Records follow. Copy every line with "filter".

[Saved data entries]
========

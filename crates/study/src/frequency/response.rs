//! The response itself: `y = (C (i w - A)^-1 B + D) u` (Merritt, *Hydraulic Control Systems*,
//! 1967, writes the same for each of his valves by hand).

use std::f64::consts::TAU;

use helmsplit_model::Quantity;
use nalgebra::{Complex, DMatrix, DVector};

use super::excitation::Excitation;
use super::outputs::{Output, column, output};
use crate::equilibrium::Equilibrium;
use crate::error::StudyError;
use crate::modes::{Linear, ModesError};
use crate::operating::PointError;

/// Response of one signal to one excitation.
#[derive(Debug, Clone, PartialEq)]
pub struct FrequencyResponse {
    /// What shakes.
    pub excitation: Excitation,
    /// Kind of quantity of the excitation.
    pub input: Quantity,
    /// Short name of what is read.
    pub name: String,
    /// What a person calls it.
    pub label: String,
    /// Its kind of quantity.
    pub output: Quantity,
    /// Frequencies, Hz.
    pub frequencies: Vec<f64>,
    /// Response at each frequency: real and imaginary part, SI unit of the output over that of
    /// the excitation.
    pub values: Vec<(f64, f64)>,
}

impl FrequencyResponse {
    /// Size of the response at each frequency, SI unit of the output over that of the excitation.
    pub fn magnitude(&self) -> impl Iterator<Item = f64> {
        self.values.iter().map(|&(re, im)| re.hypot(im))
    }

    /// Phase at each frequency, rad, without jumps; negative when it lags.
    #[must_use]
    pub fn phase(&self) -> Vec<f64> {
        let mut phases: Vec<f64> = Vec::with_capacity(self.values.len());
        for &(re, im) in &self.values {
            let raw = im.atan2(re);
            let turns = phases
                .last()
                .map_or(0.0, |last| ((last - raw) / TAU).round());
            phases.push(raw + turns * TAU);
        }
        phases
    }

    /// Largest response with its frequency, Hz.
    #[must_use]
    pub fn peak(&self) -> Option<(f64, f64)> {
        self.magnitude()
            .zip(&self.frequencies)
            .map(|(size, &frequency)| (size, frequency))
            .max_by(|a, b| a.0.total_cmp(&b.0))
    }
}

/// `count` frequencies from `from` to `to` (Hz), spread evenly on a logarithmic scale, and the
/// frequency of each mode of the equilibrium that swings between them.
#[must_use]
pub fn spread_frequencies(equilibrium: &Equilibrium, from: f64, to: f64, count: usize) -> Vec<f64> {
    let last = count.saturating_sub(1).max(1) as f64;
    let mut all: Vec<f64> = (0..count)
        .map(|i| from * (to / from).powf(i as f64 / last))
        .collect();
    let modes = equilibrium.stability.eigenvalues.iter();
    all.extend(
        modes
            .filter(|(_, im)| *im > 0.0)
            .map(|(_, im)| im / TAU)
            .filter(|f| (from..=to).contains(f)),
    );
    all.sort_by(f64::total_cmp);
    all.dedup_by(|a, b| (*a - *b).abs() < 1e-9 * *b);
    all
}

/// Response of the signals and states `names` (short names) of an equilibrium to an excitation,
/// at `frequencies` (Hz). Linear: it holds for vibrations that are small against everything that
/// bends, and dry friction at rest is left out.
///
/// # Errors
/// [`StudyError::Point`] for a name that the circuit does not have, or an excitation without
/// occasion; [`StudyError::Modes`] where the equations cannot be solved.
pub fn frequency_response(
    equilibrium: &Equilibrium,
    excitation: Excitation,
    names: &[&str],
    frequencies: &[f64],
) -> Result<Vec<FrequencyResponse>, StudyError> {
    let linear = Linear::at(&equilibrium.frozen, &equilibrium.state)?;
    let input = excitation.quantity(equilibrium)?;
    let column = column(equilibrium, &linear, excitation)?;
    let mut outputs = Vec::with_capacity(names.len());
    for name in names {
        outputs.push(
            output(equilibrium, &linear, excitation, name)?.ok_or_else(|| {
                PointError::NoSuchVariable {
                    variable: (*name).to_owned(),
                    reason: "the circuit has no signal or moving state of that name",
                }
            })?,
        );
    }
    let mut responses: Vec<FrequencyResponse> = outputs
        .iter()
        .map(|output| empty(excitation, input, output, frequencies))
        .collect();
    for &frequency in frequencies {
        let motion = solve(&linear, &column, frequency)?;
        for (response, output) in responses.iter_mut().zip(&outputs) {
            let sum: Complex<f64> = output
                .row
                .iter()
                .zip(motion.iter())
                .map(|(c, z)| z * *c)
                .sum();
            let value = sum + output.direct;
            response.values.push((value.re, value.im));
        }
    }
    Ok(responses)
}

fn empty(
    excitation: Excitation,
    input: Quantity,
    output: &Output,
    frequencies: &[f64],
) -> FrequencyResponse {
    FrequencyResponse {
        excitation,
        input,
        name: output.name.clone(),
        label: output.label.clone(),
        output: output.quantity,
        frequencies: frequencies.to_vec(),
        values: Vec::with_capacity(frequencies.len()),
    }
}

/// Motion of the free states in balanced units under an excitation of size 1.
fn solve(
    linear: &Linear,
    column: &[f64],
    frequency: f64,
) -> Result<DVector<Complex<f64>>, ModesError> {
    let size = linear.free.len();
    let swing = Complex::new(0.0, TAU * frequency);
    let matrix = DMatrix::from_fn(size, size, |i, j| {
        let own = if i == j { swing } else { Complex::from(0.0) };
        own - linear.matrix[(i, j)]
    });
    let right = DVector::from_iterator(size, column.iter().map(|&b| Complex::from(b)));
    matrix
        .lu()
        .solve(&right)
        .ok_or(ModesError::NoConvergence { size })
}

========

## SOLUTION FOR THIS PROBLEM
            .filter(|(_, im)| *im > 0.0)
            .filter(|f| (from..=to).contains(f)),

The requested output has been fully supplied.